To simply decision-making for primary care practitioners, the number of clinical signs indicative of the need for hospitalization was reduced, taking into account only the first seven in the list. This reduction did not significantly reduce the sensitivity of the check list.
Source:
Clinical signs that predict severe illness in children under age 2 months: a multicentre study. The Young Infants Clinical Signs Study Group. The Lancet 2008; 371:135-142.
Limits on MRI Use in the EU postponed
The EU decided to postpone introducing a law regulating workers’ exposure to electromagnetic fields [1]. The decision is based on the fact that such as legislation would place serious limits on the use of magnetic resonance imaging (MRIs).

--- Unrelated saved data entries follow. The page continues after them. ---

def filter_days_forecast(*, days: list[tuple[Component, FilterDay]], day: dt.date) -> None:
    """Each stored bank's day (``(bank, row)``, one site's, of ``day``) gets its change forecast in words after its
    judgement, from one read of the banks' shared filter series, the day's rows included; written in one
    statement."""
    if not days:
        return
    words = _forecast_words_for(banks=[bank for bank, _ in days], day=day)
    changed = []
    for bank, row in days:
        if words.get(bank.pk):
            row.reason = f"{row.reason}; {words[bank.pk]}"
            changed.append(row)
    if changed:
        _reasons_write(changed)


def _reasons_write(rows: list[FilterDay]) -> None:
    """The rows' reasons in one statement (``bulk_update``'s CASE costs more to build than the rows do)."""
    table = connection.ops.quote_name(FilterDay._meta.db_table)
    ids, reasons = [r.pk for r in rows], [r.reason for r in rows]
    with connection.cursor() as cursor:
        if connection.vendor == "postgresql":
            cursor.execute(
                f"UPDATE {table} AS f SET reason = v.reason "  # noqa: S608 (the model's table)
                "FROM unnest(%s::bigint[], %s::text[]) AS v(id, reason) WHERE f.id = v.id",
                [ids, reasons],
            )
        else:
            cursor.executemany(
                f"UPDATE {table} SET reason = %s WHERE id = %s",  # noqa: S608 (the model's table)
                list(zip(reasons, ids, strict=True)),
            )


FILTER_DAY_FIELDS = [
    "corrected_dp_pa",
    "design_airflow_m3s",
    "airflow_source",
    "samples",
    "run_hours",
    "loading_pct",
    "verdict",
    "reason",
]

Directive 2004/40/EC was aimed to protect workers against the occupational hazard of electromagnetic field exposure and was to take effect in April 2008 [2]. However, the high occupational limit values set by the directive would inadvertently put a ban on the use of MRI in diagnostic medicine.
“MRI is currently the leading technique for detecting brain tumours and many other serious conditions. It allows doctors to help 8 million patients each year…[the EC] is well aware of the enormous benefits of MRI and of its immense value for public health.” [1]
Other international agencies such as the International Commission on Non-Ionising Radiation Protection (ICNIRP) and the World Health Organisation (WHO) are looking into revising the current occupational limit values for electromagnetic fields [1]. The EU will probably introduce a revised directive based on similar limits in 2012.
In the meantime, the EU is pushing for more research in this field. It is funding projects under the 7th Framework Programme for Research to explore hybrid imaging systems such as MRI/PET and MRI/Ultrasound [1].
Sources:
[1] EU Press Release 26/10/2007. Commission to postpone and amend electromagnetic fields legislation to protect MRI Reference: IP/07/1610.
[2] Directive 2004/40/EC of the European Parliament and of the Council of 29 April 2004. Official Journal of the European Union L 159.
Diagnosing and managing lower back pain: New Guidelines from ACP/ACS
Earlier this month, a series of articles in the Annals of Internal Medicine covered the pharmacologic and nonpharmacologic management of lower back.
Systematic reviews [1,2] of English-language studies included in MEDLINE and the Cochrane Database of Systematic Reviews were conducted to assess the most common pharmacologic [2] and nonpharmacologic [1]interventions indicated for acute or chronic back pain. Based on these reviews, the American College of Physicians (ACP) and the American Pain Society (ACS) recommended a Joint Clinical Practice Guideline [3]. Some of the main points of the guideline are as follows:
Clinicians should conduct a thorough physical exam and medial history review to categorize patients into 1 of 3 broad categories, namely:
· “nonspecific low back pain
· back pain potentially associated with radiculopathy or spinal stenosis,
· back pain potentially associated with another specific spinal cause.”
In patients with nonspecific low back pain, imaging tecnhiques and other diagnostic tests shouldn’t be routinely used. These techniques should only be performed “when severe or progressive neurologic deficits are present or when serious underlying conditions are suspected on the basis of history and physical examination.” MRI seems to be the preferred method to check for radiculopathy or spinal stenosis while CT-scan is only recommended for patients who are “potential candidates for surgery or epidural steroid injection.”
Recommended first-line medications are paracetamol and NSAIDS.
Clinicians should also advise patients on effective self-care options as well as nonpharmacologic adjunct therapies like exercise, acupuncture, massage, spinal manipulation, yoga, or progressive relaxation.